In some embodiments, the touch identifier 620 can include one or more applications, services, routines, servers, daemons, or other executable logics for determining that a touch event has occurred, and/or for determining at which area of a predefined set of areas of the touch surface the touch event occurred. The touch identifier 620 can determine that a touch event has occurred at an area of the touch surface based on, for example, one or more event signals stored in the event data store 612, and/or based on features extracted by the feature extractor 616. In some embodiments, the touch identifier 620 includes a classifier that can classify extracted features of vibration signals as corresponding to a touch event at an area of the touch surface. The classifier can be, for example, a model that takes features or feature values as inputs, and outputs a determination that a touch event has occurred, or has not occurred, at an area of the touch surface. For example, the feature extractor 616 can extract a minimum amplitude for each of a set of signals stored in the event data store 612, the signals respectively corresponding to different vibration transducers and corresponding to a same time frame. The classifier can output a determination as to whether and where a touch has occurred based on the minimum amplitudes.

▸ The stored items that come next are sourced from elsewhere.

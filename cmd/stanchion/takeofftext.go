package main

import (
	"fmt"
	"io"
	"strconv"
	"strings"

	"stanchion/schedule/takeoff"
)

// takeoffTitle opens a take-off in text.
const takeoffTitle = "Take-off of "

// text writes the take-off as tables for a screen or a page.
func (r *takeoffRun) text(w io.Writer) error {
	t := r.steel
	p := &takeoffText{t: t, cost: t.HasCost(), carbon: t.HasCarbon()}
	where := r.plan.File
	if r.plan.Sheet != "" {
		where += ", sheet " + r.plan.Sheet
	}
	p.say(takeoffTitle + where)
	if n := len(t.LeftOut); n > 0 {
		p.say(fmt.Sprintf("NOT COUNTED: %s, listed at the end", plural(n, "member")))
	}
	p.sections()
	p.levels()
	p.families()
	p.whole()
	p.cuts()
	p.list("Not counted", t.LeftOut)
	p.list("Counted, and they fail", t.Failing)
	_, err := io.WriteString(w, strings.Join(p.lines, "\n")+"\n")
	return err
}

// takeoffText is the text being written.
type takeoffText struct {
	t            *takeoff.TakeOff
	cost, carbon bool
	lines        []string
}

func (p *takeoffText) say(line string) {
	p.lines = append(p.lines, strings.Split(wrap(line, screenWidth, "  "), "\n")...)
}

// table starts a table with headings of its own before those of the amounts.
func (p *takeoffText) table(headings ...string) *table {
	return newTable(append(headings, ">pieces", ">lengths", ">length m", ">kg/m", ">tonnes", ">painted m2", ">cost", ">CO2e t")...)
}

func (p *takeoffText) amounts(pieces int64, kgM float64, a *takeoff.Amounts) []string {
	lengths := a.Lengths
	if pieces > 0 && p.t.Pieces == p.t.Net.Lengths {
		lengths = 0 // the same number throughout
	}
	cells := []string{count(pieces), count(lengths), fixed(a.Metres(), 2), massPerMetre(kgM), tonnes(a.Mass), fixed(a.SquareMetres(), 1), "", ""}
	if a.Length == 0 { // an allowance
		cells[2], cells[5] = "", ""
	}
	if p.cost {
		cells[6] = rated(a.Cost, a.Money(), 0)
	}
	if p.carbon {
		cells[7] = rated(a.Carbon, a.TonnesCO2e(), 3)
	}
	return cells
}

func (p *takeoffText) end(t *table) { p.lines = append(append(p.lines, ""), t.lines()...) }

func (p *takeoffText) sections() {
	t := p.table("Section", "grade")
	for i := range p.t.Sections {
		s := &p.t.Sections[i]
		t.add(append([]string{s.Section.Name(), s.Grade}, p.amounts(s.Pieces, s.Section.Mass, &s.Amounts)...)...)
	}
	t.add(append([]string{"all", ""}, p.amounts(p.t.Pieces, 0, &p.t.Net)...)...)
	p.end(t)
}

func (p *takeoffText) levels() {
	if len(p.t.Levels) < 2 {
		return
	}
	t := p.table("Level")
	t.limit(0, 24)
	for i := range p.t.Levels {
		l := &p.t.Levels[i]
		name := l.Name()
		if name == "" {
			name = "not said"
		}
		t.add(append([]string{name}, p.amounts(0, 0, &l.Amounts)...)...)
	}
	p.end(t)
}

func (p *takeoffText) families() {
	if len(p.t.Families) < 2 {
		return
	}
	t := p.table("Family")
	for i := range p.t.Families {
		f := &p.t.Families[i]
		t.add(append([]string{f.Family}, p.amounts(f.Pieces, 0, &f.Amounts)...)...)
	}
	p.end(t)
}

// whole says what all of it comes to.
func (p *takeoffText) whole() {
	connections, waste := p.t.Allowance()
	gross := p.t.Gross()
	if connections.Mass > 0 || waste.Mass > 0 {
		t := p.table("Total", "")
		t.add(append([]string{"net", ""}, p.amounts(p.t.Pieces, 0, &p.t.Net)...)...)
		if connections.Mass > 0 {
			t.add(append([]string{"for connections", takeoff.Percent(p.t.Connections)}, p.amounts(0, 0, &connections)...)...)
		}
		if waste.Mass > 0 {
			t.add(append([]string{"for waste", takeoff.Percent(p.t.Waste)}, p.amounts(0, 0, &waste)...)...)
		}
		t.add(append([]string{"with allowances", ""}, p.amounts(p.t.Pieces, 0, &gross)...)...)
		p.end(t)
	}
	p.lines = append(p.lines, "")
	for _, f := range p.t.Facts() {
		p.say(f[0] + ": " + f[1])
	}
}

func (p *takeoffText) cuts() {
	if len(p.t.Cuts) == 0 {
		return
	}
	const marksWide = 42
	t := newTable("Cutting list", "grade", ">number", ">length m", ">tonnes", "marks")
	for i := range p.t.Cuts {
		c := &p.t.Cuts[i]
		var marks []string
		for _, line := range wrapList(c.Marks, marksWide) { // of a piece, its marks stay together where they can
			marks = append(marks, strings.Split(wrap(line, marksWide, "  "), "\n")...)
		}
		t.add(c.Section.Name(), c.Grade, count(c.Number), takeoff.Metres(c.Length), tonnes(c.Mass), marks[0])
		for _, more := range marks[1:] {
			t.add("", "", "", "", "", more)
		}
	}
	p.end(t)
}

func (p *takeoffText) list(what string, list []takeoff.LeftOut) {
	if len(list) == 0 {
		return
	}
	p.lines = append(p.lines, "", what)
	for i := range list {
		p.say("  " + list[i].String())
	}
}

// rated writes what a rate gives, and says where there is none.
func rated(n int64, x float64, decimals int) string {
	if n == 0 {
		return "no rate"
	}
	return fixed(x, decimals)
}

// count writes a number of things; none is a blank.
func count(n int64) string {
	if n == 0 {
		return ""
	}
	return strconv.FormatInt(n, 10)
}

func fixed(x float64, decimals int) string { return strconv.FormatFloat(x, 'f', decimals, 64) }

// tonnes writes grams in t.
func tonnes(grams int64) string { return fixed(float64(grams)/1e6, 3) }

// massPerMetre writes kg/m as the catalogue publishes it.
func massPerMetre(x float64) string {
	if x == 0 {
		return ""
	}
	return strconv.FormatFloat(x, 'f', max(1, decimalsOf(x)), 64)
}

func decimalsOf(x float64) int {
	_, part, _ := strings.Cut(strconv.FormatFloat(x, 'f', -1, 64), ".")
	return len(part)
}
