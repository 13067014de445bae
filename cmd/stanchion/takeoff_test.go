package main

import (
	"encoding/csv"
	"encoding/json"
	"math/big"
	"strings"

	"github.com/rogpeppe/go-internal/testscript"
)

// scriptAddsUp wants every table of a take-off to hold the mass that the
// results have, to the last gram: addsup STEEL.csv RESULTS.jsonl.
func scriptAddsUp(ts *testscript.TestScript, neg bool, args []string) {
	if neg || len(args) != 2 {
		ts.Fatalf("usage: addsup STEEL.csv RESULTS.jsonl")
	}
	want := new(big.Rat)
	for _, line := range strings.Split(strings.TrimSpace(ts.ReadFile(args[1])), "\n") {
		var m struct {
			Quantity int64
			Mass     json.Number `json:"mass_kg"`
		}
		ts.Check(json.Unmarshal([]byte(line), &m))
		mass, ok := new(big.Rat).SetString(m.Mass.String())
		if !ok {
			ts.Fatalf("no mass in %s", line)
		}
		want.Add(want, mass.Mul(mass, big.NewRat(m.Quantity, 1)))
	}
	rows, err := csv.NewReader(strings.NewReader(ts.ReadFile(args[0]))).ReadAll()
	ts.Check(err)
	sums := map[string]*big.Rat{}
	for _, row := range rows[1:] {
		if sums[row[0]] == nil {
			sums[row[0]] = new(big.Rat)
		}
		mass, ok := new(big.Rat).SetString(row[11])
		if !ok {
			ts.Fatalf("no mass in %v", row)
		}
		sums[row[0]].Add(sums[row[0]], mass)
	}
	for _, table := range []string{"section", "level", "family", "cut", "total"} {
		if got := sums[table]; got == nil || got.Cmp(want) != 0 {
			ts.Fatalf("table %q holds %v kg, the results %s kg", table, got, want.FloatString(6))
		}
	}
}
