package main

import (
	"errors"
	"fmt"
	"io/fs"
	"os"
	"path/filepath"

	"stanchion/catalogue"
)

// readStock reads the list of sections that may be used.
func readStock(path string) (*catalogue.Catalogue, error) {
	f, err := os.Open(path)
	if err != nil {
		return nil, fmt.Errorf("stock list %s: %w", path, plainCause(err))
	}
	defer f.Close()
	return catalogue.Default().Stock(f, path)
}

// plainCause drops the system call and the path from an error of the disk.
func plainCause(err error) error {
	var path *fs.PathError
	switch {
	case errors.Is(err, fs.ErrNotExist):
		return errors.New("no such file: check the name and the folder")
	case errors.As(err, &path):
		return path.Err
	}
	return err
}

// findFile returns a file that a setting names: as it stands, or else beside
// the schedule that names it.
func findFile(name, schedule string) string {
	if filepath.IsAbs(name) || schedule == stdio {
		return name
	}
	if _, err := os.Stat(name); err == nil {
		return name
	}
	if other := filepath.Join(filepath.Dir(schedule), name); other != name {
		if _, err := os.Stat(other); err == nil {
			return other
		}
	}
	return name
}
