//go:build unix

package main

import (
	"os"
	"os/exec"
	"path/filepath"
	"testing"
	"time"

	"github.com/stretchr/testify/assert"
	"github.com/stretchr/testify/require"
)

// A run that is interrupted while it writes ends with 130, and leaves what
// stood there before and nothing else.
func TestInterrupt(t *testing.T) {
	dir := t.TempDir()
	loads, out := filepath.Join(dir, "loads.csv"), filepath.Join(dir, "loads-sized.csv")
	require.NoError(t, os.WriteFile(loads, []byte(manyRows(150_000)), 0o666))
	require.NoError(t, os.WriteFile(out, []byte("as it was"), 0o666))

	run := exec.Command("stanchion", "size", loads, "--force")
	var said lines
	run.Stderr = &said
	require.NoError(t, run.Start())
	require.Eventually(t, func() bool {
		parts, err := filepath.Glob(filepath.Join(dir, ".*.part"))
		return err == nil && len(parts) == 1
	}, 20*time.Second, time.Millisecond, "the run writes no file")
	require.NoError(t, run.Process.Signal(os.Interrupt))
	var exit *exec.ExitError
	require.ErrorAs(t, run.Wait(), &exit)
	assert.Equal(t, statusInterrupted, exit.ExitCode())
	assert.Contains(t, string(said), "interrupted: nothing was written")

	entries, err := os.ReadDir(dir)
	require.NoError(t, err)
	assert.Len(t, entries, 2)
	data, err := os.ReadFile(out)
	require.NoError(t, err)
	assert.Equal(t, "as it was", string(data))
}

// lines collects what a program says.
type lines []byte

func (l *lines) Write(p []byte) (int, error) {
	*l = append(*l, p...)
	return len(p), nil
}
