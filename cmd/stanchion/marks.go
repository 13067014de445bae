package main

import (
	"fmt"
	"slices"
	"strings"

	"github.com/agnivade/levenshtein"

	"stanchion/schedule"
)

// marked reports whether one of the marks was meant for a member.
func marked(m *schedule.Member, marks []string) bool {
	return slices.ContainsFunc(marks, func(mark string) bool { return sameMark(mark, m.Column.Mark) })
}

// sameMark reports whether a mark was meant, in whatever case.
func sameMark(given, mark string) bool {
	return strings.EqualFold(strings.TrimSpace(given), strings.TrimSpace(mark))
}

// nearest returns up to three different marks that differ least from one.
func nearest(mark string, marks []string) []string {
	type near struct {
		mark string
		far  int
	}
	var list []near
	for _, m := range marks {
		far := levenshtein.ComputeDistance(strings.ToLower(mark), strings.ToLower(m))
		if far <= max(2, len(mark)/3) && !slices.ContainsFunc(list, func(n near) bool { return n.mark == m }) {
			list = append(list, near{m, far})
		}
	}
	slices.SortStableFunc(list, func(a, b near) int { return a.far - b.far })
	var names []string
	for _, n := range list[:min(3, len(list))] {
		names = append(names, n.mark)
	}
	return names
}

// missing returns an error that names a mark which no member has, and those
// like it.
func (w *workings) missing(file string, marks []string) error {
	seen := w.seen()
	for _, mark := range marks {
		if slices.ContainsFunc(seen, func(s string) bool { return sameMark(mark, s) }) {
			continue
		}
		message := fmt.Sprintf("%s: no column is marked %q", file, mark)
		if near := nearest(mark, seen); len(near) > 0 {
			message += ": did you mean " + strings.Join(near, ", ") + "?"
		} else if len(seen) > 0 {
			const some = 5
			message += ": its marks are " + strings.Join(seen[:min(some, len(seen))], ", ")
			if more := len(seen) - some; more > 0 {
				message += fmt.Sprintf(" and %d more", more)
			}
		}
		return fmt.Errorf("%s", message)
	}
	return nil
}

// seen returns every mark.
func (w *workings) seen() []string {
	marks := make([]string, len(w.lines))
	for i := range w.lines {
		marks[i] = w.lines[i].Member.Column.Mark
	}
	return marks
}
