package main

import (
	"errors"
	"strconv"
	"strings"
)

// span is a range of numbers; 0 does not limit.
type span struct{ least, most float64 }

func (s span) holds(v float64) bool { return v >= s.least && (s.most == 0 || v <= s.most) }

// parseSpan reads LEAST..GREATEST, where either may be left out, or one number.
func parseSpan(text string) (span, error) {
	if text == "" {
		return span{}, nil
	}
	low, high, ranged := strings.Cut(text, "..")
	if !ranged {
		high = low
	}
	s := span{}
	for _, part := range []struct {
		text string
		to   *float64
	}{{low, &s.least}, {high, &s.most}} {
		if part.text = strings.TrimSpace(part.text); part.text == "" {
			continue
		}
		v, err := strconv.ParseFloat(part.text, 64)
		if err != nil || !(v > 0 && v < 1e6) {
			return span{}, errors.New("give a range: 200..260, or one end alone (..260)")
		}
		*part.to = v
	}
	if s.most > 0 && s.least > s.most || s == (span{}) {
		return span{}, errors.New("nothing lies in this range: give LEAST..GREATEST")
	}
	return s, nil
}
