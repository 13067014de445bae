package main

import (
	"context"
	"errors"
	"fmt"
	"iter"

	"stanchion/design"
	"stanchion/design/building"
	"stanchion/design/reclaim"
	"stanchion/design/search"
	"stanchion/schedule"
	"stanchion/schedule/summary"
)

// design designs the members in their order and hands each to the outputs. The
// schedule streams through, unless a decision needs all members at once.
func (r *run) design(ctx context.Context) error {
	bar := newProgress(r.con, r.plan.Summary.Members)
	defer bar.done()
	put := func(m *schedule.Member, res *design.Result) error {
		r.tally.Add(m, res)
		r.leastReserve(m, res)
		bar.add()
		return r.out.put(m, res)
	}
	if r.mustHold() {
		return r.designTogether(ctx, put)
	}
	return search.Stream(ctx, r.engine, r.mode, r.flags.workers, r.jobs(), func(j *search.Job[*schedule.Member]) error {
		return put(j.Tag, &j.Result)
	})
}

// leastReserve keeps the member whose axial force can grow the least, of those
// that pass.
func (r *run) leastReserve(m *schedule.Member, res *design.Result) {
	if res.Status != design.Passes || res.ReserveCheck == design.KindNone {
		return
	}
	if r.least == nil || res.ReserveN < r.least.Result.ReserveN {
		r.least = &summary.Line{Member: m, Result: *res}
	}
}

// mustHold reports whether a decision needs all members at once.
func (r *run) mustHold() bool {
	if r.engine.Coupled() || r.keep != nil {
		return true
	}
	t := &r.plan.Settings.Together
	return r.mode == search.Size && (r.hasField("Group") || r.hasField("Splice") ||
		t.Splices != building.AsScheduled || t.MostSizes > 0 || t.Reclaimed != "")
}

// jobs yields the members as jobs of the search.
func (r *run) jobs() iter.Seq2[*search.Job[*schedule.Member], error] {
	return func(yield func(*search.Job[*schedule.Member], error) bool) {
		for m, err := range r.plan.Members() {
			if err != nil {
				yield(nil, err)
				return
			}
			j := &search.Job[*schedule.Member]{Column: m.Column, Tag: m}
			if len(m.Problems) > 0 {
				j.Skip, j.Result = true, schedule.NotReadResult(m)
			}
			if !yield(j, nil) {
				return
			}
		}
	}
}

// designTogether holds all members: those of a group share a section, those of
// a column line depend on each other, sizes are counted over all of them, and
// they may stand anywhere.
func (r *run) designTogether(ctx context.Context, put func(*schedule.Member, *design.Result) error) error {
	var members []*schedule.Member
	var cols []design.Column
	for j, err := range r.jobs() {
		if err != nil {
			return err
		}
		members = append(members, j.Tag)
		switch {
		case !j.Skip:
			cols = append(cols, j.Column)
		case r.keep != nil:
			r.keep.unread = append(r.keep.unread, j.Column)
		}
	}
	results, defects := r.decide(ctx, cols)
	if results == nil && defects != nil {
		return defects
	}
	next := 0
	for _, m := range members {
		res := schedule.NotReadResult(m)
		if len(m.Problems) == 0 {
			res = results[next]
			next++
		}
		if err := put(m, &res); err != nil {
			return err
		}
	}
	return defects
}

// decide designs columns that are held.
func (r *run) decide(ctx context.Context, cols []design.Column) ([]design.Result, error) {
	if r.mode == search.Check {
		return r.engine.CheckAll(ctx, cols, r.flags.workers, nil)
	}
	d, err := r.sized(ctx, cols)
	if d == nil {
		return nil, err
	}
	r.curve, r.anySizes = d.Curve, d.Any
	return d.Results, err
}

// sized chooses the sections of columns that are held.
func (r *run) sized(ctx context.Context, cols []design.Column) (*building.Decision, error) {
	if r.keep != nil {
		return r.decideKeeping(ctx, cols)
	}
	if r.atHand != nil {
		return r.decideReclaiming(ctx, cols)
	}
	return building.Size(ctx, r.engine, cols, r.plan.Settings.Together.Options, r.flags.workers, nil)
}

// decideReclaiming takes what can be taken from the steel at hand.
func (r *run) decideReclaiming(ctx context.Context, cols []design.Column) (*building.Decision, error) {
	t := &r.plan.Settings.Together
	d, err := reclaim.Size(ctx, r.engine, cols, t.Options, r.atHand, r.flags.workers)
	if d == nil {
		var few *building.TooFewSizesError
		if err != nil && ctx.Err() == nil && !errors.As(err, &few) {
			err = fmt.Errorf("reclaimed %s: %w", t.Reclaimed, err)
		}
		return nil, err
	}
	r.reclaim = d
	for i := range cols {
		r.quantities = append(r.quantities, cols[i].Quantity)
	}
	return d.Decision, err
}

// hasField reports whether the schedule has a column for a field.
func (r *run) hasField(name string) bool {
	for i := range r.plan.Header.Columns {
		if r.plan.Header.Columns[i].Field == name {
			return true
		}
	}
	return false
}
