package main

import (
	"context"
	"errors"
	"fmt"

	"github.com/spf13/cobra"
)

// caution is carried by every output and by the help.
const caution = "Results are design aids, to be checked by a qualified engineer against the project's own requirements, " +
	"the national annex and local regulations."

// notCovered is the other half of the caution: what the results say nothing of.
const notCovered = "Not covered: built-up and tapered members, seismic, fatigue, connections, base plates, second-order " +
	"frame effects (the forces given must include them where they matter)."

// cautionHelp is the caution as the help has it.
var cautionHelp = wrap(caution, 92, "") + "\n" + wrap(notCovered, 92, "")

// execute runs one command line and returns the exit status.
func execute(ctx context.Context, con *console, args []string) int {
	root := rootCommand(con)
	root.SetArgs(args)
	root.SetIn(con.in)
	root.SetOut(con.out)
	root.SetErr(con.err)
	err := root.ExecuteContext(ctx)
	if errors.Is(err, context.Canceled) {
		con.fail(errors.New("interrupted: nothing was written"))
	} else if _, done := err.(*finished); err != nil && !done {
		con.fail(err)
	}
	return exitStatus(err)
}

// rootCommand returns the tree of commands.
func rootCommand(con *console) *cobra.Command {
	root := &cobra.Command{
		Use:   "stanchion",
		Short: "size and check the steel columns of a schedule",
		Long: "stanchion sizes and checks steel columns to EN 1993-1-1. It reads a column schedule as a design\n" +
			"office keeps it (.xlsx, .xlsm, .csv), finds the lightest section that passes for every column,\n" +
			"and returns the schedule annotated.\n\n" +
			cautionHelp,
		Example: `  stanchion size examples/ottermere-depot.xlsx
  stanchion check examples/ottermere-depot-ordered.csv
  stanchion sections 203x203 UKC`,
		Version:       versionText(),
		SilenceUsage:  true,
		SilenceErrors: true,
	}
	root.SetVersionTemplate("{{.Name}} {{.Version}}\n")
	root.CompletionOptions.HiddenDefaultCmd = true
	root.SetFlagErrorFunc(func(c *cobra.Command, err error) error { return usage(c, "%v", err) })
	root.AddCommand(sizeCommand(con), checkCommand(con), workingCommand(con), sheetsCommand(con), blankCommand(con), sectionsCommand(con), nationalCommand(con), versionCommand(con))
	root.AddCommand(takeoffCommand(con), compareCommand(con), sizesCommand(con), scenariosCommand(con))
	return root
}

// usage is an error in the command line itself.
func usage(c *cobra.Command, format string, args ...any) error {
	return fmt.Errorf("%s\nsee: %s --help", fmt.Sprintf(format, args...), c.CommandPath())
}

A classifier or model of the touch identifier 620 can be generated by a machine learning algorithm trained on annotated training data. For example, the model can be a linear combination of a number of features, and weights for those features can be determined by a machine learning algorithm. Examples of features and classifiers that make use of those features are described in reference to FIG. 10. The output of the classifier can be, for example, a touch score. The training data can be, for example, related to a particular choice of vibration transducer, such as a MEMS mic, or to a composition of a touch surface, such as a steel touch surface. In other embodiments, the training data can be related to other factors. In some embodiments, the training data can correspond to the touch sensitive device (e.g., the touch sensitive device 500). For example, the touch identifier 620 can be trained based on local data, such as data acquired during a calibration of the touch sensitive device. In some embodiments, the training data can be based at least in part on training data related to one or more other touch sensitive devices.

Training can be done either with, or without, being installed in the end device (e.g, oven or other appliance). This can involve collecting “labeled” data by the touch sensitive device and feeding it through the algorithm to train it. Note that it is also possible to have a short training session during production of the end device, essentially to calibrate the touch sensitive device to the end device.

The touch identifier 620 can be used to determine whether a touch event occurred at one area of a predetermined set of areas of the touch surface. For example, at least a portion (not necessarily contiguous) of the touch surface can be divided into two or more designated areas, and the touch identifier 620 can determine which area a touch event corresponds to. In some embodiments, the touch surface includes a single designated area. In some embodiments, the areas can correspond to locations at which one or more vibration transducers are disposed. In some embodiments, the areas can be designated based on button representations on a touch surface (e.g., the touch surface 504).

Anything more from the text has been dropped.